TASK DETAILS: Between the line containing "high waves than" and the line containing "value = value_low" lies a run of lines; give that run again exactly, with both of those lines, and nothing else from the entries below.

INPUT FOR THIS TASK:
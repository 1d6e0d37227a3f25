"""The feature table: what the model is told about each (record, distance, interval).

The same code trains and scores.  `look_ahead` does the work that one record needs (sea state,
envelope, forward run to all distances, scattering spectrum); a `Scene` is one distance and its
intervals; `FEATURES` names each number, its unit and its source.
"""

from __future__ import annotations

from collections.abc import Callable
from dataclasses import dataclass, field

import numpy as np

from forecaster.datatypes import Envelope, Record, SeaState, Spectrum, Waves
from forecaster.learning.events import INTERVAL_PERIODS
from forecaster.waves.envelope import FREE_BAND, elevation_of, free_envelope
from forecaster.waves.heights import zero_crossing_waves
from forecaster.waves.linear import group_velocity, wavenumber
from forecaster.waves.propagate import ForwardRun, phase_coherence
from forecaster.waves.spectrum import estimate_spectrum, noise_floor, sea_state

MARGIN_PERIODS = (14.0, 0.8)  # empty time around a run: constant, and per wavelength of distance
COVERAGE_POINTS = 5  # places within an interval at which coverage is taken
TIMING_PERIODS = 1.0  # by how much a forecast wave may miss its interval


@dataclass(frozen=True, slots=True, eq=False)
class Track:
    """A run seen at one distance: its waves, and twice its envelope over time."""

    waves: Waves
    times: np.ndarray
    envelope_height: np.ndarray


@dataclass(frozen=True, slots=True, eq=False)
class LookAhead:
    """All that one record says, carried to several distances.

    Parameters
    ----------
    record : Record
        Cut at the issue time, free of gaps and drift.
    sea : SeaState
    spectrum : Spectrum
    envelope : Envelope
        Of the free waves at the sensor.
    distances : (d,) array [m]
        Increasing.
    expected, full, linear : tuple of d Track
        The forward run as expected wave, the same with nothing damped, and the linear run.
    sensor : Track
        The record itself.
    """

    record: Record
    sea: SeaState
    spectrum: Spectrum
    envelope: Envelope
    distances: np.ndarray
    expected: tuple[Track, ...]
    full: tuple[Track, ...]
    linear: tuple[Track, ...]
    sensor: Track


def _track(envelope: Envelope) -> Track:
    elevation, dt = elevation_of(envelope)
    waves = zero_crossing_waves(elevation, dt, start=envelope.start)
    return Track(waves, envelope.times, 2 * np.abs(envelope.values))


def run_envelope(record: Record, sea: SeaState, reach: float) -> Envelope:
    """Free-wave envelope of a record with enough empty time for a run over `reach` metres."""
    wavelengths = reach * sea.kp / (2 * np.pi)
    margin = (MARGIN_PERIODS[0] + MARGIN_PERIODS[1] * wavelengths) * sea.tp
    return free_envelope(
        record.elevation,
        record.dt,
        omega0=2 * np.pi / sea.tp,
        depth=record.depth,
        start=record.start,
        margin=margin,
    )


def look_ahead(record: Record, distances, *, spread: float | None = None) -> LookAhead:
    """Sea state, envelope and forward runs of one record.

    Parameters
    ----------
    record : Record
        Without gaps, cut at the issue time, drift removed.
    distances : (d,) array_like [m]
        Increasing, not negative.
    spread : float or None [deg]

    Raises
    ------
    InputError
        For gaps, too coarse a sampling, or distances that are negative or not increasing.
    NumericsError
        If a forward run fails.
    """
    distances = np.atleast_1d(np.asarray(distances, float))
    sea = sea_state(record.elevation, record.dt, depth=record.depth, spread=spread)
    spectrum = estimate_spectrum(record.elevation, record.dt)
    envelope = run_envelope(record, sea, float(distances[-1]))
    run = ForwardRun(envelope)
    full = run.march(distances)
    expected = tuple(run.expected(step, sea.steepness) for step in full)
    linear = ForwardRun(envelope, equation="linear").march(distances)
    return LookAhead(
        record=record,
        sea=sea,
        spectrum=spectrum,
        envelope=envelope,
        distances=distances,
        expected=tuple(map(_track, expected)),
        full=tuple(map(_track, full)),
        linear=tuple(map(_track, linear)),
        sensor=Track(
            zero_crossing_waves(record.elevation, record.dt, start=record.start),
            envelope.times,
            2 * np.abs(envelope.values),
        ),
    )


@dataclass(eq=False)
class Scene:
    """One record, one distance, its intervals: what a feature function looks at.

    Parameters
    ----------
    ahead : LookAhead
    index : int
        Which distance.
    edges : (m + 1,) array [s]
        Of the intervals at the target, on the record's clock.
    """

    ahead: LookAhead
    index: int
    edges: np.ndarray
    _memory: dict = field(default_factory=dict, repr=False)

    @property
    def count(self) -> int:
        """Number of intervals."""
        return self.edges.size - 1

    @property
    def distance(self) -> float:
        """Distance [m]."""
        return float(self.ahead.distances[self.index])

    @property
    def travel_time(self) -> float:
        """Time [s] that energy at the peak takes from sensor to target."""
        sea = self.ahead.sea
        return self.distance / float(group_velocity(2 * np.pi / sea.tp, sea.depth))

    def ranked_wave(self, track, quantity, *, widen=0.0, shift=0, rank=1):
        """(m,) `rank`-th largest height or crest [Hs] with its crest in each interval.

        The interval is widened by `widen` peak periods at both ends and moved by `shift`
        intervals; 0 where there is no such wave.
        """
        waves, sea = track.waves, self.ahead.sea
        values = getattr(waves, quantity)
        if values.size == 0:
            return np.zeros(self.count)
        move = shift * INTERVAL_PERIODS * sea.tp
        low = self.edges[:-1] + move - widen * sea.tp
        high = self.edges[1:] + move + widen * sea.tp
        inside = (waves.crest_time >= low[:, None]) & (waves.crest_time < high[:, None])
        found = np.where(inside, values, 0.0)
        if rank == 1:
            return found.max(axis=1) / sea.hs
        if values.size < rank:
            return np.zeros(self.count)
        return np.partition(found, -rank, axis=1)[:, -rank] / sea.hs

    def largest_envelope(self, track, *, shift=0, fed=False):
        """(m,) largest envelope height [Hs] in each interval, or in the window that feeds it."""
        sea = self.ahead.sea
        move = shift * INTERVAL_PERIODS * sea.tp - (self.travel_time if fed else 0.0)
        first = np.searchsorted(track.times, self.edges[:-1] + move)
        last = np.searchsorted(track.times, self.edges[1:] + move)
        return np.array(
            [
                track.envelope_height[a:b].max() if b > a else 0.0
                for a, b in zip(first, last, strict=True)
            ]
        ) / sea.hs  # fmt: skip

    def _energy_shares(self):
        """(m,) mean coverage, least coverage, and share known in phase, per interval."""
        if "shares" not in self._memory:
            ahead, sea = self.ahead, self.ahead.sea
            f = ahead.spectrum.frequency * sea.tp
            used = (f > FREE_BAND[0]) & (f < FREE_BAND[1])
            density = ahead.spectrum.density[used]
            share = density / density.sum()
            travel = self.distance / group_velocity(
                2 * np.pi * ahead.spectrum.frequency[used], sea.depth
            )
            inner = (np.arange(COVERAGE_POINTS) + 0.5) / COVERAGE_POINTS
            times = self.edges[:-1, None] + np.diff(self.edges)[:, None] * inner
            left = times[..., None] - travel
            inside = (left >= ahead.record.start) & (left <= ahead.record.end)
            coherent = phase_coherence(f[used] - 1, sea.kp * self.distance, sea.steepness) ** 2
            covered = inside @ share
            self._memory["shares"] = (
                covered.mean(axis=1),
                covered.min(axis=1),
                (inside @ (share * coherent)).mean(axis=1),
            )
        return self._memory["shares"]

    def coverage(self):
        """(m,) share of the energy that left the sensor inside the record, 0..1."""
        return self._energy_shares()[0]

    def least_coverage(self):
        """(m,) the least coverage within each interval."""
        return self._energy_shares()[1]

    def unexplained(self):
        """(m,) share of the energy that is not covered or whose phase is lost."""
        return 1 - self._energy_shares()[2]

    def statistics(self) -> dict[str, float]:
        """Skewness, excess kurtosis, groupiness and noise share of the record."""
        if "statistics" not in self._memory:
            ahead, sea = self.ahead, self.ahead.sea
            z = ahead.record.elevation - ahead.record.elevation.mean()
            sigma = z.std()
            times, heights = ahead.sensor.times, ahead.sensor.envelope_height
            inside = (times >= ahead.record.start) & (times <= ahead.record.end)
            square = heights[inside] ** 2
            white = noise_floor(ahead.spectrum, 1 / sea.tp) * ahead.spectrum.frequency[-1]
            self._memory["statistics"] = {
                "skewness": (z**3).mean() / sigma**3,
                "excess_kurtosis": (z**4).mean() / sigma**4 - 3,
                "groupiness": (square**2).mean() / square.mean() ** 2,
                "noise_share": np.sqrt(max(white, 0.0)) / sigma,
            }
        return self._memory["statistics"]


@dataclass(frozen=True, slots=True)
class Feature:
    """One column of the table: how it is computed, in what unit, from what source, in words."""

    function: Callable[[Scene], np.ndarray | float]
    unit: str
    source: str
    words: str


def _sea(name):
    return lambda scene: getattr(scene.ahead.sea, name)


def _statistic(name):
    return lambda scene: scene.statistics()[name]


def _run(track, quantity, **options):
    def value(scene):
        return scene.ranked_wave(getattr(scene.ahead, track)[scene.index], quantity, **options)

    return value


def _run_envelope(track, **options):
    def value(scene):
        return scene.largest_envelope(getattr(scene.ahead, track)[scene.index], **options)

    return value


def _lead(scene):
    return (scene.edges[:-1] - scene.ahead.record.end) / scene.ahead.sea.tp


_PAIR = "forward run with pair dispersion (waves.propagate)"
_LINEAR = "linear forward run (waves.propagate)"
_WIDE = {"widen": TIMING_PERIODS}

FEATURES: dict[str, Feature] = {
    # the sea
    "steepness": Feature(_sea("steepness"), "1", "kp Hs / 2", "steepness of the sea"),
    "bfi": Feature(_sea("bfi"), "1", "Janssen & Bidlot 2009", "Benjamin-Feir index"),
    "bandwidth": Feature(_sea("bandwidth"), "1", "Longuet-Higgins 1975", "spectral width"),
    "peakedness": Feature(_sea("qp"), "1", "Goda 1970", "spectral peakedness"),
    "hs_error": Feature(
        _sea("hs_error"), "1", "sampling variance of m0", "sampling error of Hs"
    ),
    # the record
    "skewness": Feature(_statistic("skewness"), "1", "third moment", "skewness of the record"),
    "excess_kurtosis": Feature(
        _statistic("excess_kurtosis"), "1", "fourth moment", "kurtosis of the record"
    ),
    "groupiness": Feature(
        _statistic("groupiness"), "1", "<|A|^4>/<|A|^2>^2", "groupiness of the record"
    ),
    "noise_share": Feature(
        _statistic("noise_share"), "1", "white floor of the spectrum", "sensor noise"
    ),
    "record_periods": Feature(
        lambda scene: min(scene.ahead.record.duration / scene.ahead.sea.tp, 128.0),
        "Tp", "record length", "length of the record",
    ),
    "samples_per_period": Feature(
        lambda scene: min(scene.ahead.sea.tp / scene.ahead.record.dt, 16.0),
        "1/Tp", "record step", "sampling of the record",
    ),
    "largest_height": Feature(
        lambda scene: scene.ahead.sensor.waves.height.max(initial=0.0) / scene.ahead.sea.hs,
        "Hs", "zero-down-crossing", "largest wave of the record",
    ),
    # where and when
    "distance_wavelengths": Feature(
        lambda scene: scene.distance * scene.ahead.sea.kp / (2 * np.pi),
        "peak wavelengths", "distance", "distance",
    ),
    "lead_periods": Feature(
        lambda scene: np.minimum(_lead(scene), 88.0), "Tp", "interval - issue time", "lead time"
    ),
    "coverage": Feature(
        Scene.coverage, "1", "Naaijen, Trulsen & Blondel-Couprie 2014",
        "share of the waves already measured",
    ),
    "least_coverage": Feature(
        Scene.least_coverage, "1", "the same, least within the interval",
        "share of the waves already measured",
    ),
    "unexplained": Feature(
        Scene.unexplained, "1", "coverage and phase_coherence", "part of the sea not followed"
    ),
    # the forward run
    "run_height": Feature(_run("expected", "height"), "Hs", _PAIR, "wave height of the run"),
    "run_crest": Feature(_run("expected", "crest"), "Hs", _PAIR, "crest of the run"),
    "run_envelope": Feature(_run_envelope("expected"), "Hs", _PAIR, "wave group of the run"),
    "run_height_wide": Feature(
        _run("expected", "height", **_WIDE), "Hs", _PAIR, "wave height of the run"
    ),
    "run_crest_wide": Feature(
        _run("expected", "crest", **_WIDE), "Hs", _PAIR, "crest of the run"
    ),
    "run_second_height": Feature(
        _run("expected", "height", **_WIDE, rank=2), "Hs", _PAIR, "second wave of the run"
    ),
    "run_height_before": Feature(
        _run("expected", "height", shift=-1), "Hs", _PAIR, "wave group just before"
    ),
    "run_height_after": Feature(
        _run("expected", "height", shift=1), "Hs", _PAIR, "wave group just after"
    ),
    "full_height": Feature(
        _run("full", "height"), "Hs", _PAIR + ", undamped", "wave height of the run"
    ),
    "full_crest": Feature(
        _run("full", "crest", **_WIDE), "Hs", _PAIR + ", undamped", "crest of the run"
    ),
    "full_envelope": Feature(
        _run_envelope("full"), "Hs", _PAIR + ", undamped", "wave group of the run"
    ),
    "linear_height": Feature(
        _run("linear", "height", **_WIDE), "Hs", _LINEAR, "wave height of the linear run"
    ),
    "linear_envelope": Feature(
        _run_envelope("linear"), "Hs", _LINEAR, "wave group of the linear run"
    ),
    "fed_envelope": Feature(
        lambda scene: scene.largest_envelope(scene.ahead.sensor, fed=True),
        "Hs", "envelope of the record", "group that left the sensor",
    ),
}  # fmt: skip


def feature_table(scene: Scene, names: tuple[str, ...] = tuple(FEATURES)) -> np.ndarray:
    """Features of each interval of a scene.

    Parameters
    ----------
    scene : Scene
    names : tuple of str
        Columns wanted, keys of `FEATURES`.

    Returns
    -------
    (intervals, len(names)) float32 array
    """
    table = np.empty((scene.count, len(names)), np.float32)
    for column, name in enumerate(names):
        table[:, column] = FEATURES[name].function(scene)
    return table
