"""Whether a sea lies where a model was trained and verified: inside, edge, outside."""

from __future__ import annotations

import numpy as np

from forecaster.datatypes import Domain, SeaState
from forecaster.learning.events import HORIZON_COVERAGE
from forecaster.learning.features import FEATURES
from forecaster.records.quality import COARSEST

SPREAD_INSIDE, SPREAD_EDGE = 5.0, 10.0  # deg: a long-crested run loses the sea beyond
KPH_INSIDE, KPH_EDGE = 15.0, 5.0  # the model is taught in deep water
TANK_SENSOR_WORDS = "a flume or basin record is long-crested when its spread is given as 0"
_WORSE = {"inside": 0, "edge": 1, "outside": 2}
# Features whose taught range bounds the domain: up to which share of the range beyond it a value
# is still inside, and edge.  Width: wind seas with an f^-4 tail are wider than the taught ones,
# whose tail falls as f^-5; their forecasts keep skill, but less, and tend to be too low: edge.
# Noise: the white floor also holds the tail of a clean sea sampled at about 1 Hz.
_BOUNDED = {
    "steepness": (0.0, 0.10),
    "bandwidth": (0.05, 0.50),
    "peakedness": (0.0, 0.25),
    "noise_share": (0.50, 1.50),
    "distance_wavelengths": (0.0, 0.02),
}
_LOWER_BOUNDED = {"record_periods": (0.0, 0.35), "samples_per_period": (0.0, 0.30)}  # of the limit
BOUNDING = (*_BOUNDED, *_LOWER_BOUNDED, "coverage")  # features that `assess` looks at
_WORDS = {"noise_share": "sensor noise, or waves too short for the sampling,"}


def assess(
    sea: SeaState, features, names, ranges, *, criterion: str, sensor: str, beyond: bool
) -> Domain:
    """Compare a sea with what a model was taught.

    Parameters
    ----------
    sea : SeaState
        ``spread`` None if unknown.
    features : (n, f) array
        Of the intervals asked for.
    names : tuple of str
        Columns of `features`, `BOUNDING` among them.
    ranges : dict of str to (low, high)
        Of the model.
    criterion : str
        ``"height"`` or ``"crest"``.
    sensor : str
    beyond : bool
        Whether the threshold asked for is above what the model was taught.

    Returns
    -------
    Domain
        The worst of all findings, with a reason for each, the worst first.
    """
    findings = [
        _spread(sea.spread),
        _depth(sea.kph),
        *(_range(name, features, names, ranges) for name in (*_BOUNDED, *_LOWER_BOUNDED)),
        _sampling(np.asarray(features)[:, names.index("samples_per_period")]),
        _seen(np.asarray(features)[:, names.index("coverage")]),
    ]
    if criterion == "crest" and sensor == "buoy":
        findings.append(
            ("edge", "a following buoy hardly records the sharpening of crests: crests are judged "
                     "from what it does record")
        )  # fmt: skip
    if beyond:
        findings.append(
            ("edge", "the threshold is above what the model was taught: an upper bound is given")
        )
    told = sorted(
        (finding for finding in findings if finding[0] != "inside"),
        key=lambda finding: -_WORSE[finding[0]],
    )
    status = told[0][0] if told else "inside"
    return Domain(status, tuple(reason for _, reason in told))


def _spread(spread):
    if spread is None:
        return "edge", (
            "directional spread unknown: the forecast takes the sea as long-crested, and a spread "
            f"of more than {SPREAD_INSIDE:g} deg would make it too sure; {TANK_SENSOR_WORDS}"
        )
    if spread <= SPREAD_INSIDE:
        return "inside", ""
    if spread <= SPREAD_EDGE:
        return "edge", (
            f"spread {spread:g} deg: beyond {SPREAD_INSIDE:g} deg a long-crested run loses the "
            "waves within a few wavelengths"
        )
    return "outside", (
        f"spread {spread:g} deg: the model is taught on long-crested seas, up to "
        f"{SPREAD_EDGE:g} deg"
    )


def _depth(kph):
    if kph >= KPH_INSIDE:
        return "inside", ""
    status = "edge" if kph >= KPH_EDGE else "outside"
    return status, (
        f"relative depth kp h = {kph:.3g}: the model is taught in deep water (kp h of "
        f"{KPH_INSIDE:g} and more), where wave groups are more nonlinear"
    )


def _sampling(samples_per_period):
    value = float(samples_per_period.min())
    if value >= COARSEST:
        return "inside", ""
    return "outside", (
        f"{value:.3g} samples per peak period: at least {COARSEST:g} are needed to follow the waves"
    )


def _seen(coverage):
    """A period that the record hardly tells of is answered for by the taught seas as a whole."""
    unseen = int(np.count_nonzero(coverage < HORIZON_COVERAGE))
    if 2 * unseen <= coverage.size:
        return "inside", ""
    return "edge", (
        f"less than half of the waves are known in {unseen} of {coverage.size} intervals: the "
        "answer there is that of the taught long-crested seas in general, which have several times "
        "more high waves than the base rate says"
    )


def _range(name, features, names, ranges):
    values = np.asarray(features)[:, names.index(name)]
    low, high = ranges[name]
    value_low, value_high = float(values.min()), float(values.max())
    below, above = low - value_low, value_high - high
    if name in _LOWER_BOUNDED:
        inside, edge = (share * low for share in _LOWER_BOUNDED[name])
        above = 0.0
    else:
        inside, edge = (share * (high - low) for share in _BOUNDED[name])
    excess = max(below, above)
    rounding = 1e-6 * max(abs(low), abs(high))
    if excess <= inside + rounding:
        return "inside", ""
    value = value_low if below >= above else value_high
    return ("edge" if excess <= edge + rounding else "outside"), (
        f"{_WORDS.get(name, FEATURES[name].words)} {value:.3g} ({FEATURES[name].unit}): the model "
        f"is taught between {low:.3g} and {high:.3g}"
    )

WRITTEN RESPONSE:
        "more high waves than the base rate says"
    )


def _range(name, features, names, ranges):
    values = np.asarray(features)[:, names.index(name)]
    low, high = ranges[name]
    value_low, value_high = float(values.min()), float(values.max())
    below, above = low - value_low, value_high - high
    if name in _LOWER_BOUNDED:
        inside, edge = (share * low for share in _LOWER_BOUNDED[name])
        above = 0.0
    else:
        inside, edge = (share * (high - low) for share in _BOUNDED[name])
    excess = max(below, above)
    rounding = 1e-6 * max(abs(low), abs(high))
    if excess <= inside + rounding:
        return "inside", ""
    value = value_low if below >= above else value_high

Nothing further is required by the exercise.